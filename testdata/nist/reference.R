# Reference values for mediation/ols tests, computed with R's lm() (QR) on the committed NIST data.
# Run from this folder:  Rscript reference.R > reference.out
# Output: one "name value" pair per line, values printed with 17 significant digits.
p <- function(name, v) cat(sprintf("%s %.17g\n", name, v), sep = "")
cat(sprintf("R_version %s\n", paste(R.version$major, R.version$minor, sep = ".")))
fit <- function(prefix, file) {
  d <- read.table(file, header = TRUE)
  f <- lm(y ~ ., d)
  s <- summary(f)
  cf <- s$coefficients
  for (j in seq_len(nrow(cf))) {
    p(sprintf("%s_b%d", prefix, j - 1), cf[j, "Estimate"])
    p(sprintf("%s_se%d", prefix, j - 1), cf[j, "Std. Error"])
  }
  p(sprintf("%s_sigma", prefix), s$sigma)
  p(sprintf("%s_r2", prefix), s$r.squared)
  d
}
lo <- fit("longley", "longley.txt")
invisible(fit("norris", "norris.txt"))
# Copy check: the committed Longley data equal R's datasets::longley after NIST's units
# (GNP, Population, Employed x1000; Unemployed, Armed.Forces x10).
L <- datasets::longley
conv <- cbind(L$Employed * 1000, L$GNP.deflator, L$GNP * 1000, L$Unemployed * 10,
              L$Armed.Forces * 10, L$Population * 1000, L$Year)
p("longley_max_abs_diff_vs_datasets", max(abs(as.matrix(lo) - conv)))
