package loo

import "math"

// Weights returns Pareto-smoothed importance weights, normalised to sum to
// 1, for the log importance ratios lw (one per posterior draw; any
// constant offset), and the fitted Pareto shape k of their tail. Above
// 0.7 the weighted estimates are unreliable (Vehtari et al. 2024, section
// 3.2) and the quantity should be computed exactly, by a refit. lw is not
// modified.
func Weights(lw []float64) (w []float64, k float64) {
	s := append([]float64(nil), lw...)
	k = smooth(s, make([]int, len(s)))
	w = make([]float64, len(s))
	sum := 0.0
	for i, v := range s {
		w[i] = math.Exp(v)
		sum += w[i]
	}
	for i := range w {
		w[i] /= sum
	}
	return w, k
}
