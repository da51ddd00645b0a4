package validate

import (
	"errors"
	"fmt"
	"math"
	"slices"
	"strings"
	"time"

	"spillway/funnel/data"
	"spillway/funnel/model"
	"spillway/funnel/validate/score"
)

// Row is one line of validation.csv.
type Row struct {
	// Check is recovery, holdout or stability.
	Check string
	// Effect is the effect path (via_search, direct, total,
	// mediated_share, borrowed_share, or via_search_quarterly etc. for
	// the quarters pooled), the parameter (sbc_rank_p rows: gamma, alpha,
	// delta, beta), or the stage (holdout: demand, outcome,
	// demand_baseline, outcome_baseline).
	Effect string
	// Channel is the spend column; empty for gamma and holdout rows.
	Channel string
	// Metric is coverage_50, coverage_90, bias, width_90 (recovery
	// effects), sbc_rank_p (recovery parameters), mape, crps,
	// coverage_90_forecast (holdout) or max_shift_sd (stability).
	Metric string
	// Value is a fraction for coverages and p-values, a percentage for
	// mape (over the weeks whose actual is not zero), the effect's own unit for bias and width_90 (outcome units,
	// or a fraction for shares), the stage's raw unit per week for crps,
	// and posterior sds for max_shift_sd. NaN means not available.
	Value float64
}

// Verdict is the plain-words finding of one check.
type Verdict struct {
	Check string
	// OK is false when the check found a problem.
	OK bool
	// Headline is the finding ("recovers truth", "over-confident: ...").
	Headline string
	// Details are the numbers behind it, one sentence each.
	Details []string
}

// String returns "check: headline. detail detail".
func (v Verdict) String() string {
	s := v.Check + ": " + v.Headline + "."
	for _, d := range v.Details {
		s += " " + d
	}
	return s
}

// Report is the aggregated validation.
type Report struct {
	Rows     []Row
	Verdicts []Verdict
	// Coverage, Forecasts and Shifts are what the chart draws.
	Coverage  []CoverageBar
	Forecasts []ForecastSeries
	Shifts    []ShiftBar
	// Replicates is the number of recovery data sets.
	Replicates int
	// Caption says how the sweep was run, for the chart.
	Caption string
	// Regions are a region panel's reports region by region (the
	// verdicts and rows above are of the sums over regions); nil for a
	// national sweep.
	Regions []RegionReport
	// fits are the jobs' convergence numbers ("demand/rhat_max", ...).
	fits jobStats
}

// RegionReport is one region's aggregation of a region panel's sweep.
type RegionReport struct {
	Region string
	*Report
}

// CoverageBar is one effect's interval coverage over the replicates.
type CoverageBar struct {
	Label, Path      string
	Cover50, Cover90 float64
	// Flagged marks an effect whose 90% coverage is implausibly low.
	Flagged bool
}

// ForecastSeries is one stage's holdout forecasts, week by week over all
// origins, in raw units.
type ForecastSeries struct {
	// Stage is "demand" or "outcome"; Column the data column it
	// forecasts (the queries or the outcome).
	Stage, Column string
	// Days are the forecast weeks as days since 1970-01-01.
	Days                 []float64
	Actual, Mean, Lo, Hi []float64
	Baseline             []float64
	// NoMedia is the mean forecast of the model without media terms
	// (nil for sweeps run before it existed).
	NoMedia []float64
	// Origins are the origin weeks (days since 1970-01-01).
	Origins []float64
}

// ShiftBar is one effect's largest move over the stability refits.
type ShiftBar struct {
	Label string
	Path  string
	Shift float64 // in posterior sds of the reference fit
	Worst string  // the refit that moved it most ("without 2024Q2")
	// Level is the flag level of that refit (see Swing).
	Level float64
	// Flagged marks a move above its refit's flag level.
	Flagged bool
}

// Swing is the shift, in posterior sds, above which an effect is flagged
// as unstable. Leaving out a fraction f of the weeks moves a calibrated
// posterior mean by chance by about sqrt(f/(1-f)) sds (the full-data
// estimate averages the reduced one with the left-out weeks' own), so a
// refit that leaves out weeks flags only moves above the larger of Swing
// and LeaveOutZ*sqrt(f/(1-f)).
const (
	Swing     = 1.0
	LeaveOutZ = 3.5
)

// swingAt returns the flag level of a refit leaving out weeks of T.
func swingAt(weeks, T int) float64 {
	if weeks <= 0 || weeks >= T {
		return Swing
	}
	f := float64(weeks) / float64(T)
	return math.Max(Swing, LeaveOutZ*math.Sqrt(f/(1-f)))
}

// MinReplicates is the fewest recovery replicates over which "recovers
// truth" can be claimed. The central 95% range of Binomial(n, 0.9) over n
// is 75%-100% at n = 20 (REFERENCES.md section 9: [15, 20]) and 70%-100%
// at n = 10: below 20 replicates, intervals that truly cover 75% would
// pass as often as not, so the sweep could not tell calibrated intervals
// from clearly over-confident ones. Fewer replicates can still show a
// problem (a count far outside its range), never its absence.
const MinReplicates = 20

// Alpha is the family-wise false-alarm rate of the recovery flags: each
// of E tests flags at Alpha/E (Bonferroni).
const Alpha = 0.01

type effectKey struct{ name, path, window string }

// jobStats groups records by job and key.
type jobStats map[int]map[string]float64

func (js jobStats) add(r Record) {
	if js[r.Job] == nil {
		js[r.Job] = map[string]float64{}
	}
	js[r.Job][r.Stat] = r.Value
}

// Aggregate computes the validation table, the verdicts and the chart data
// from the records of a complete sweep.
func Aggregate(res *Results) (*Report, error) {
	if !res.Complete() {
		return nil, errors.New("validate: aggregation needs every job of the sweep; merge the shards first")
	}
	m := res.Manifest
	// a region panel's per-region numbers are aggregated region by region
	// (aggregateRegions); the rest, national or summed over regions, here
	var main []Record
	byRegion := map[string][]Record{}
	for _, r := range res.Records {
		if r.Region == "" {
			main = append(main, r)
			continue
		}
		if !slices.Contains(m.Regions, r.Region) {
			return nil, fmt.Errorf("validate: job %d has numbers of region %q, which manifest.json does not list", r.Job, r.Region)
		}
		byRegion[r.Region] = append(byRegion[r.Region], r)
	}
	rep, err := aggregate(m, main)
	if err != nil {
		return nil, err
	}
	if len(byRegion) > 0 {
		if err := rep.aggregateRegions(m, main, byRegion); err != nil {
			return nil, err
		}
	}
	return rep, nil
}

// aggregate computes the report of one set of records (a national sweep's,
// a panel's sums, or one region's with the fit records).
func aggregate(m Manifest, records []Record) (*Report, error) {
	check := map[int]Job{}
	for _, j := range m.Jobs {
		check[j.Index] = j
	}
	eff := map[effectKey]jobStats{}
	var effOrder []effectKey
	params := map[string]jobStats{}
	var paramOrder []string
	fc := map[[2]string]jobStats{} // stage, week
	var fcOrder [][2]string
	fits := jobStats{}
	plac := placeboStats{}
	for _, r := range records {
		switch r.Kind {
		case "effect":
			k := effectKey{r.Name, r.Path, r.Window}
			if eff[k] == nil {
				eff[k] = jobStats{}
				effOrder = append(effOrder, k)
			}
			eff[k].add(r)
		case "param":
			if params[r.Name] == nil {
				params[r.Name] = jobStats{}
				paramOrder = append(paramOrder, r.Name)
			}
			params[r.Name].add(r)
		case "forecast":
			k := [2]string{r.Name, r.Window}
			if fc[k] == nil {
				fc[k] = jobStats{}
				fcOrder = append(fcOrder, k)
			}
			fc[k].add(r)
		case "placebo":
			plac.add(r)
		case "fit":
			rr := r
			rr.Stat = r.Name + "/" + r.Stat
			fits.add(rr)
		default:
			return nil, fmt.Errorf("validate: unknown record kind %q", r.Kind)
		}
	}
	rep := &Report{fits: fits}
	set := m.Settings
	if set.has(Recovery) {
		rep.recovery(m, eff, effOrder, params, paramOrder)
	}
	if set.has(Holdout) {
		rep.holdout(m, fc, fcOrder)
	}
	if set.has(Stability) {
		rep.stability(m, eff, effOrder, check)
	}
	if set.has(Placebo) {
		rep.placebo(m, plac)
	}
	rep.convergenceNotes(m)
	rep.Caption = caption(m)
	return rep, nil
}

// caption describes the sweep's settings in one sentence.
func caption(m Manifest) string {
	s := m.Settings
	parts := []string{fmt.Sprintf("%d weeks from %s; each refit %d chains × (%d warm-up + %d draws), seed %d", m.Weeks, m.First, s.Chains, s.Warmup, s.Draws, s.Seed)}
	if m.Generator != "" {
		parts = append(parts, "recovery data simulated from "+strings.SplitN(m.Generator, " (", 2)[0])
	}
	if s.has(Holdout) {
		parts = append(parts, fmt.Sprintf("holdout: %d origins × %d weeks", s.Origins, s.Horizon))
	}
	if s.has(Placebo) {
		parts = append(parts, fmt.Sprintf("placebo: %d refits per channel", s.Placebos))
	}
	if m.ReferenceSource == "given" {
		parts = append(parts, "reference: the given fit")
	}
	return strings.Join(parts, "; ") + "."
}
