@pytest.mark.parametrize(("pattern", "shortest"), [(r"(?u)\b\w+\b", 1), (r"(?u)\b\w\w+\b", 2)])
def test_word_tokens_cut_and_number_tokens_as_the_pattern_and_a_dictionary(
    pattern: str, shortest: int
) -> None:
    import re

    words = [
        "ab-c",
        "x",
        "l'eau",
        "__init__",
        "naïve",
        "e\u0301t",
        "\U0001f525ab",
        "12.5",
        "",
        "ab",
        "c",
        "ünï",
        "a_b",
        "—",
        "\u3042\u3044",
        "ab\U00020000",
    ]
    known = ["ab", "c", "eau", "12", "ünï", "a_b", "__init__"]
    codes, offsets = _code_points(known)
    hashes = string_hashes(codes, offsets)
    table = (hash_table(hashes), hashes, codes, offsets)
    word_codes, word_offsets = _code_points(words)
    counts, tokens, uncut = word_tokens(
        word_codes, word_offsets, _word_characters(), shortest, *table
    )
    number = {t: i for i, t in enumerate(known)}
    findall = re.compile(pattern).findall
    for i, word in enumerate(words):
        got = tokens[counts[i] : counts[i + 1]].tolist()
        if i in uncut:
            # a code point past the table's: left to the caller, given no tokens
            assert got == [] and any(ord(c) >= len(_word_characters()) for c in word)
            continue
        # reference: the regular expression, and a dict of the known tokens
        assert got == [number.get(t, len(known)) for t in findall(word)]
    assert set(uncut.tolist()) == {
        i for i, w in enumerate(words) if any(ord(c) >= 0x10000 for c in w)
    }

## [Exercise brief]
In the listing above, find the line containing "# Run from this" and the line containing "p <- function(name, v)", then retype both and every line between them exactly, with nothing else.

## [Task result]
# Run from this folder:  Rscript reference.R > reference.out
# Output: one "name value" pair per line, values printed with 17 significant digits.
p <- function(name, v) cat(sprintf("%s %.17g\n", name, v), sep = "")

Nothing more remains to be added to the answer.